_TASK INPUTS:_
● ● ● ● ● ● ●

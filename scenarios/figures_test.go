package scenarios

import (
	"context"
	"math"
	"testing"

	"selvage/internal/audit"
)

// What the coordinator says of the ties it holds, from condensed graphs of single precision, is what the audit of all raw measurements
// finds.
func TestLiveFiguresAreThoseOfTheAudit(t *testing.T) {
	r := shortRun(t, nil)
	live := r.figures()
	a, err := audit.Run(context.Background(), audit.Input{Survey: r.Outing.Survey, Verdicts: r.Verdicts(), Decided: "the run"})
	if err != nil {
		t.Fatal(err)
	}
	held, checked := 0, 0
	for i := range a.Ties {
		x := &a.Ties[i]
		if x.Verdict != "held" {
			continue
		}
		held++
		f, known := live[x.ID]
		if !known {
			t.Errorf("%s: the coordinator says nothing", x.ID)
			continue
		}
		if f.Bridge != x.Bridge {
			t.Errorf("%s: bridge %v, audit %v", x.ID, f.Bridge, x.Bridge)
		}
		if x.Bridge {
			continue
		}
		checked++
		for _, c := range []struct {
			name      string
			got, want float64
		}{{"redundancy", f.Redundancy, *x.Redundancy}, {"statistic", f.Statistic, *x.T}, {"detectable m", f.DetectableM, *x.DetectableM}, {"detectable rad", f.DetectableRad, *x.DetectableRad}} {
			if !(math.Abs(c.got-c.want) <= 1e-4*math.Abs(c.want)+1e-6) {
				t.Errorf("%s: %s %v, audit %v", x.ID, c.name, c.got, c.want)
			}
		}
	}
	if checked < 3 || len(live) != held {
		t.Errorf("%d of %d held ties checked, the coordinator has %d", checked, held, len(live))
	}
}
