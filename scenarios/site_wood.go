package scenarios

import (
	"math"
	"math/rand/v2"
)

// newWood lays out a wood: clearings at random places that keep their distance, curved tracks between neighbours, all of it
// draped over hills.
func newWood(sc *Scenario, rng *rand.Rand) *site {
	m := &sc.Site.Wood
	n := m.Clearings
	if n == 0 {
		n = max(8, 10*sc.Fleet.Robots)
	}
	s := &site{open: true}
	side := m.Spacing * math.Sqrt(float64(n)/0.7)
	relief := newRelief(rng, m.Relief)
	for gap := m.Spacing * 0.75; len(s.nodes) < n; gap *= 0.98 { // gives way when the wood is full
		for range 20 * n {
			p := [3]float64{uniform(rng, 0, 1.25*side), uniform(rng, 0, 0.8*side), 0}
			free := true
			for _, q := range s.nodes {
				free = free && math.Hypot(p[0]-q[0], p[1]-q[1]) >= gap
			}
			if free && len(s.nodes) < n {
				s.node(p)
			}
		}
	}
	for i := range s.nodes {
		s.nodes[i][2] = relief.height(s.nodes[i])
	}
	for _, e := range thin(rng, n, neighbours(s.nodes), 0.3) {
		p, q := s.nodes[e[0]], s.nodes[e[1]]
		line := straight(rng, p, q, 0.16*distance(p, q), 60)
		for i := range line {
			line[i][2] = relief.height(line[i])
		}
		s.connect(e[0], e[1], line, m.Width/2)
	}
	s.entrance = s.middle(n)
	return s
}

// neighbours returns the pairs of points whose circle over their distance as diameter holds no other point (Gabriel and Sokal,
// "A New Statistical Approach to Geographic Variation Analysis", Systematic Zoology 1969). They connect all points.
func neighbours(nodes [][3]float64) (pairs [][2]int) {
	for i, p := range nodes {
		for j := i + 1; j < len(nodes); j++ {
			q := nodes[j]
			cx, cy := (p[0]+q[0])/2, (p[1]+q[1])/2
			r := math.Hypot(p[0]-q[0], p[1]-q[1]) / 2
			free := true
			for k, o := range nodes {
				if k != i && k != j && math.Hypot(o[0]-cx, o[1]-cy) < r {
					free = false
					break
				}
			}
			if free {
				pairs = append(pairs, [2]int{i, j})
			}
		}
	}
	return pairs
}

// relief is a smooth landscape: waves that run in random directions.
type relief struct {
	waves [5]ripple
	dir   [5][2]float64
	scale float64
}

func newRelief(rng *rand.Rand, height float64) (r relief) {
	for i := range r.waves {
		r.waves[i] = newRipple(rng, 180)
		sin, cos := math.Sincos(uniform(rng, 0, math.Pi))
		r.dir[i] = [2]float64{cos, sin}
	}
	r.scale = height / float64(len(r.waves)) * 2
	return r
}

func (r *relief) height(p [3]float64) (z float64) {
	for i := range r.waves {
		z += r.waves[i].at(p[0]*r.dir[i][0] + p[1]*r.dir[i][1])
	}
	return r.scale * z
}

● ● ● ● ● ● ●

_WORK REQUIRED:_ Output the material above exactly, but only from the line that carries "relief := newRelief(rng, m.Relief)" through the line that carries "connect all points.".

_EXERCISE ANSWER:_
	relief := newRelief(rng, m.Relief)
	for gap := m.Spacing * 0.75; len(s.nodes) < n; gap *= 0.98 { // gives way when the wood is full
		for range 20 * n {
			p := [3]float64{uniform(rng, 0, 1.25*side), uniform(rng, 0, 0.8*side), 0}
			free := true
			for _, q := range s.nodes {
				free = free && math.Hypot(p[0]-q[0], p[1]-q[1]) >= gap
			}
			if free && len(s.nodes) < n {
				s.node(p)
			}
		}
	}
	for i := range s.nodes {
		s.nodes[i][2] = relief.height(s.nodes[i])
	}
	for _, e := range thin(rng, n, neighbours(s.nodes), 0.3) {
		p, q := s.nodes[e[0]], s.nodes[e[1]]
		line := straight(rng, p, q, 0.16*distance(p, q), 60)
		for i := range line {
			line[i][2] = relief.height(line[i])
		}
		s.connect(e[0], e[1], line, m.Width/2)
	}
	s.entrance = s.middle(n)
	return s
}

// neighbours returns the pairs of points whose circle over their distance as diameter holds no other point (Gabriel and Sokal,
// "A New Statistical Approach to Geographic Variation Analysis", Systematic Zoology 1969). They connect all points.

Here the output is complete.